[PROBLEM DETAILS]: Please transcribe each of the records exactly as given.

[EXCERPTED RECORDS]:
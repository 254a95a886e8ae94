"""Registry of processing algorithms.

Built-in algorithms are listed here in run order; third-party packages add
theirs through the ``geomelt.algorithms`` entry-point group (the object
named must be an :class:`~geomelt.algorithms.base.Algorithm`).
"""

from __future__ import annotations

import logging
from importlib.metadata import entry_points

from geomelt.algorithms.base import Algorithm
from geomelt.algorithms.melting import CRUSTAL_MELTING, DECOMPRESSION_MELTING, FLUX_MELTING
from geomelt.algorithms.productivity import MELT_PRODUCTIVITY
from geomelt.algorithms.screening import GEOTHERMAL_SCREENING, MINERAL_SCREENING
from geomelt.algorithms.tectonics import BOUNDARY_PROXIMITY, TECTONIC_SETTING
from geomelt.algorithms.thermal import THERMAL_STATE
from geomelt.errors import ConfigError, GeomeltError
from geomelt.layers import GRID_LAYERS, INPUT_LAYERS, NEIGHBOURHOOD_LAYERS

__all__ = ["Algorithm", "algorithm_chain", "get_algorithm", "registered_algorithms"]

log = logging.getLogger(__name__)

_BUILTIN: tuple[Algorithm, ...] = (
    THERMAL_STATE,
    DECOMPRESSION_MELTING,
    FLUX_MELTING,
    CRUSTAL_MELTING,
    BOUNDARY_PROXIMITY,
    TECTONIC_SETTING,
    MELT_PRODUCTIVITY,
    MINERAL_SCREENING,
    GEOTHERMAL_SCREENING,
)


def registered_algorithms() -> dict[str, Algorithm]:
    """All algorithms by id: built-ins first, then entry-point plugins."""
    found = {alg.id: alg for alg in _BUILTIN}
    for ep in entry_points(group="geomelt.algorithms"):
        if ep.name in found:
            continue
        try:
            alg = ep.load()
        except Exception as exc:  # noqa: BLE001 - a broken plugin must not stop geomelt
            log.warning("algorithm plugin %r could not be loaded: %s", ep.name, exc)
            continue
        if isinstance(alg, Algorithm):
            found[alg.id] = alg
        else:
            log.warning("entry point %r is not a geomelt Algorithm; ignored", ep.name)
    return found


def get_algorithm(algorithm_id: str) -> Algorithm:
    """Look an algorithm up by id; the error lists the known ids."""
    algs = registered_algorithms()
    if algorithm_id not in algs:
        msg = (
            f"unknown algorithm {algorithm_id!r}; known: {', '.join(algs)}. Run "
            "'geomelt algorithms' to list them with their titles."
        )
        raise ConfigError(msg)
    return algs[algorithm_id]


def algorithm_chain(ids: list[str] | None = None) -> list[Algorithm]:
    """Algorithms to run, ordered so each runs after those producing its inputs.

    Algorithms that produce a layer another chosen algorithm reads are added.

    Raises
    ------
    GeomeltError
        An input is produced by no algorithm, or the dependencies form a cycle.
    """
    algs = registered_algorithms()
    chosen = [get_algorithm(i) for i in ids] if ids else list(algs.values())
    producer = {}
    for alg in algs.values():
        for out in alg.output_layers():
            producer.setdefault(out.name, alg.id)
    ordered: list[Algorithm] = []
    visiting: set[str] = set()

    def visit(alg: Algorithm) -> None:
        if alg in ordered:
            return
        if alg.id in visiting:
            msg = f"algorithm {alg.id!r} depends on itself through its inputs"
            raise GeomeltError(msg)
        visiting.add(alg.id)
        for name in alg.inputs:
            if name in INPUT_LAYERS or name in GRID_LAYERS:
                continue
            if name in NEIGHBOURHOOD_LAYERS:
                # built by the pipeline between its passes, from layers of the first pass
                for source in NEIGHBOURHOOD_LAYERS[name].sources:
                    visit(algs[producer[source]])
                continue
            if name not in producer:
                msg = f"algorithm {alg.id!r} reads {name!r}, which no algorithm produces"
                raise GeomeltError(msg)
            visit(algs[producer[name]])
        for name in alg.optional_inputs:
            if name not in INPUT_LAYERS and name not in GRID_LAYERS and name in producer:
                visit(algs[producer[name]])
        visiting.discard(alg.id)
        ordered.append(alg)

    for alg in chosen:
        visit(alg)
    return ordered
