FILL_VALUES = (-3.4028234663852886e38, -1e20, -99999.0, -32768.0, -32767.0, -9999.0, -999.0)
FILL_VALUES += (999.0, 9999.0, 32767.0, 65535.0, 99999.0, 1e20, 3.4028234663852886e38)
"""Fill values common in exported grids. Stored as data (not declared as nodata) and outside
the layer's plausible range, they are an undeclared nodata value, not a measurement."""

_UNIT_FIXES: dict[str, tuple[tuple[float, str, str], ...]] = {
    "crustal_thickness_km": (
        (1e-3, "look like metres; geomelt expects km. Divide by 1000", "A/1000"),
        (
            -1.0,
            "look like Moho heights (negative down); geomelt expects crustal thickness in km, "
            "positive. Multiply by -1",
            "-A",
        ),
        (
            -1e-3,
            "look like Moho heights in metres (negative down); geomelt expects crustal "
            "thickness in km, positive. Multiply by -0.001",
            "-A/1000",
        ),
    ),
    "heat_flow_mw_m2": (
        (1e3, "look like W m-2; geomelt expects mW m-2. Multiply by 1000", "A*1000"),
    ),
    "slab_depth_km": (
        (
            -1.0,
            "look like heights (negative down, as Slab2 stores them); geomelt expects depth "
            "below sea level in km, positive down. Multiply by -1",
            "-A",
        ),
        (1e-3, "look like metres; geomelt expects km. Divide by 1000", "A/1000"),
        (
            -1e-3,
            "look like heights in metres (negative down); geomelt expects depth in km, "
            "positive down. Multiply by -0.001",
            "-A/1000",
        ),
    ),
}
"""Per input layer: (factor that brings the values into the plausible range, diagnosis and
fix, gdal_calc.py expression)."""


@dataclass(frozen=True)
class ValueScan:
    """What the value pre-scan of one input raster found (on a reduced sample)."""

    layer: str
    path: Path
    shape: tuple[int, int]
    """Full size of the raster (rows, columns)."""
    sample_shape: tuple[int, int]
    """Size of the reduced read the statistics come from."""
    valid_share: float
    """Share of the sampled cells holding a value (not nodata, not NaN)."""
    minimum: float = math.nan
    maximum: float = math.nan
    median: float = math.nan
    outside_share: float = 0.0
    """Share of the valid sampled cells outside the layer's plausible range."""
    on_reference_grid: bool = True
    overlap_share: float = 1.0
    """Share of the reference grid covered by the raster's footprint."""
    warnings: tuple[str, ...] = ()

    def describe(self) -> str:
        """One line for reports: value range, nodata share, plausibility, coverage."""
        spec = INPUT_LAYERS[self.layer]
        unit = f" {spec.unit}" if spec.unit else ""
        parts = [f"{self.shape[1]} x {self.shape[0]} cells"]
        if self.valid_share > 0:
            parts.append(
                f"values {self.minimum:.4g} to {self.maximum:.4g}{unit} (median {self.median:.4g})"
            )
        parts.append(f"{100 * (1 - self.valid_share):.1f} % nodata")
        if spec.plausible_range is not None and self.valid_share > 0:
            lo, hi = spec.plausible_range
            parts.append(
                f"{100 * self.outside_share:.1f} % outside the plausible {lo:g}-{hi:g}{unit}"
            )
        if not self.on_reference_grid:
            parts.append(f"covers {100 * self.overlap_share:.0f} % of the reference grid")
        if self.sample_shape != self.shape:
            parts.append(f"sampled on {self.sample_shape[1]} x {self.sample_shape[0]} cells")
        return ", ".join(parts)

[ANSWER FOR THE TASK]:
repository 254a95a886e8ae94
"""Registry of processing algorithms.

Built-in algorithms are listed here in run order; third-party packages add
theirs through the ``geomelt.algorithms`` entry-point group (the object
named must be an :class:`~geomelt.algorithms.base.Algorithm`).
"""

from __future__ import annotations

import logging
from importlib.metadata import entry_points

from geomelt.algorithms.base import Algorithm
from geomelt.algorithms.melting import CRUSTAL_MELTING, DECOMPRESSION_MELTING, FLUX_MELTING
from geomelt.algorithms.productivity import MELT_PRODUCTIVITY
from geomelt.algorithms.screening import GEOTHERMAL_SCREENING, MINERAL_SCREENING
from geomelt.algorithms.tectonics import BOUNDARY_PROXIMITY, TECTONIC_SETTING
from geomelt.algorithms.thermal import THERMAL_STATE
from geomelt.errors import ConfigError, GeomeltError
from geomelt.layers import GRID_LAYERS, INPUT_LAYERS, NEIGHBOURHOOD_LAYERS

__all__ = ["Algorithm", "algorithm_chain", "get_algorithm", "registered_algorithms"]

log = logging.getLogger(__name__)

_BUILTIN: tuple[Algorithm, ...] = (
    THERMAL_STATE,
    DECOMPRESSION_MELTING,
    FLUX_MELTING,
    CRUSTAL_MELTING,
    BOUNDARY_PROXIMITY,
    TECTONIC_SETTING,
    MELT_PRODUCTIVITY,
    MINERAL_SCREENING,
    GEOTHERMAL_SCREENING,
)


def registered_algorithms() -> dict[str, Algorithm]:
    """All algorithms by id: built-ins first, then entry-point plugins."""
    found = {alg.id: alg for alg in _BUILTIN}
    for ep in entry_points(group="geomelt.algorithms"):
        if ep.name in found:
            continue
        try:
            alg = ep.load()
        except Exception as exc:  # noqa: BLE001 - a broken plugin must not stop geomelt
            log.warning("algorithm plugin %r could not be loaded: %s", ep.name, exc)
            continue
        if isinstance(alg, Algorithm):
            found[alg.id] = alg
        else:
            log.warning("entry point %r is not a geomelt Algorithm; ignored", ep.name)
    return found


def get_algorithm(algorithm_id: str) -> Algorithm:
    """Look an algorithm up by id; the error lists the known ids."""
    algs = registered_algorithms()
    if algorithm_id not in algs:
        msg = (
            f"unknown algorithm {algorithm_id!r}; known: {', '.join(algs)}. Run "
            "'geomelt algorithms' to list them with their titles."
        )
        raise ConfigError(msg)
    return algs[algorithm_id]


def algorithm_chain(ids: list[str] | None = None) -> list[Algorithm]:
    """Algorithms to run, ordered so each runs after those producing its inputs.

    Algorithms that produce a layer another chosen algorithm reads are added.

    Raises
    ------
    GeomeltError
        An input is produced by no algorithm, or the dependencies form a cycle.
    """
    algs = registered_algorithms()
    chosen = [get_algorithm(i) for i in ids] if ids else list(algs.values())
    producer = {}
    for alg in algs.values():
        for out in alg.output_layers():
            producer.setdefault(out.name, alg.id)
    ordered: list[Algorithm] = []
    visiting: set[str] = set()

    def visit(alg: Algorithm) -> None:
        if alg in ordered:
            return
        if alg.id in visiting:
            msg = f"algorithm {alg.id!r} depends on itself through its inputs"
            raise GeomeltError(msg)
        visiting.add(alg.id)
        for name in alg.inputs:
            if name in INPUT_LAYERS or name in GRID_LAYERS:
                continue
            if name in NEIGHBOURHOOD_LAYERS:
                # built by the pipeline between its passes, from layers of the first pass
                for source in NEIGHBOURHOOD_LAYERS[name].sources:
                    visit(algs[producer[source]])
                continue
            if name not in producer:
                msg = f"algorithm {alg.id!r} reads {name!r}, which no algorithm produces"
                raise GeomeltError(msg)
            visit(algs[producer[name]])
        for name in alg.optional_inputs:
            if name not in INPUT_LAYERS and name not in GRID_LAYERS and name in producer:
                visit(algs[producer[name]])
        visiting.discard(alg.id)
        ordered.append(alg)

    for alg in chosen:
        visit(alg)
    return ordered
FILL_VALUES = (-3.4028234663852886e38, -1e20, -99999.0, -32768.0, -32767.0, -9999.0, -999.0)
FILL_VALUES += (999.0, 9999.0, 32767.0, 65535.0, 99999.0, 1e20, 3.4028234663852886e38)
"""Fill values common in exported grids. Stored as data (not declared as nodata) and outside
the layer's plausible range, they are an undeclared nodata value, not a measurement."""

_UNIT_FIXES: dict[str, tuple[tuple[float, str, str], ...]] = {
    "crustal_thickness_km": (
        (1e-3, "look like metres; geomelt expects km. Divide by 1000", "A/1000"),
        (
            -1.0,
            "look like Moho heights (negative down); geomelt expects crustal thickness in km, "
            "positive. Multiply by -1",
            "-A",
        ),
        (
            -1e-3,
            "look like Moho heights in metres (negative down); geomelt expects crustal "
            "thickness in km, positive. Multiply by -0.001",
            "-A/1000",
        ),
    ),
    "heat_flow_mw_m2": (
        (1e3, "look like W m-2; geomelt expects mW m-2. Multiply by 1000", "A*1000"),
    ),
    "slab_depth_km": (
        (
            -1.0,
            "look like heights (negative down, as Slab2 stores them); geomelt expects depth "
            "below sea level in km, positive down. Multiply by -1",
            "-A",
        ),
        (1e-3, "look like metres; geomelt expects km. Divide by 1000", "A/1000"),
        (
            -1e-3,
            "look like heights in metres (negative down); geomelt expects depth in km, "
            "positive down. Multiply by -0.001",
            "-A/1000",
        ),
    ),
}
"""Per input layer: (factor that brings the values into the plausible range, diagnosis and
fix, gdal_calc.py expression)."""


@dataclass(frozen=True)
class ValueScan:
    """What the value pre-scan of one input raster found (on a reduced sample)."""

    layer: str
    path: Path
    shape: tuple[int, int]
    """Full size of the raster (rows, columns)."""
    sample_shape: tuple[int, int]
    """Size of the reduced read the statistics come from."""
    valid_share: float
    """Share of the sampled cells holding a value (not nodata, not NaN)."""
    minimum: float = math.nan
    maximum: float = math.nan
    median: float = math.nan
    outside_share: float = 0.0
    """Share of the valid sampled cells outside the layer's plausible range."""
    on_reference_grid: bool = True
    overlap_share: float = 1.0
    """Share of the reference grid covered by the raster's footprint."""
    warnings: tuple[str, ...] = ()

    def describe(self) -> str:
        """One line for reports: value range, nodata share, plausibility, coverage."""
        spec = INPUT_LAYERS[self.layer]
        unit = f" {spec.unit}" if spec.unit else ""
        parts = [f"{self.shape[1]} x {self.shape[0]} cells"]
        if self.valid_share > 0:
            parts.append(
                f"values {self.minimum:.4g} to {self.maximum:.4g}{unit} (median {self.median:.4g})"
            )
        parts.append(f"{100 * (1 - self.valid_share):.1f} % nodata")
        if spec.plausible_range is not None and self.valid_share > 0:
            lo, hi = spec.plausible_range
            parts.append(
                f"{100 * self.outside_share:.1f} % outside the plausible {lo:g}-{hi:g}{unit}"
            )
        if not self.on_reference_grid:
            parts.append(f"covers {100 * self.overlap_share:.0f} % of the reference grid")
        if self.sample_shape != self.shape:
            parts.append(f"sampled on {self.sample_shape[1]} x {self.sample_shape[0]} cells")
        return ", ".join(parts)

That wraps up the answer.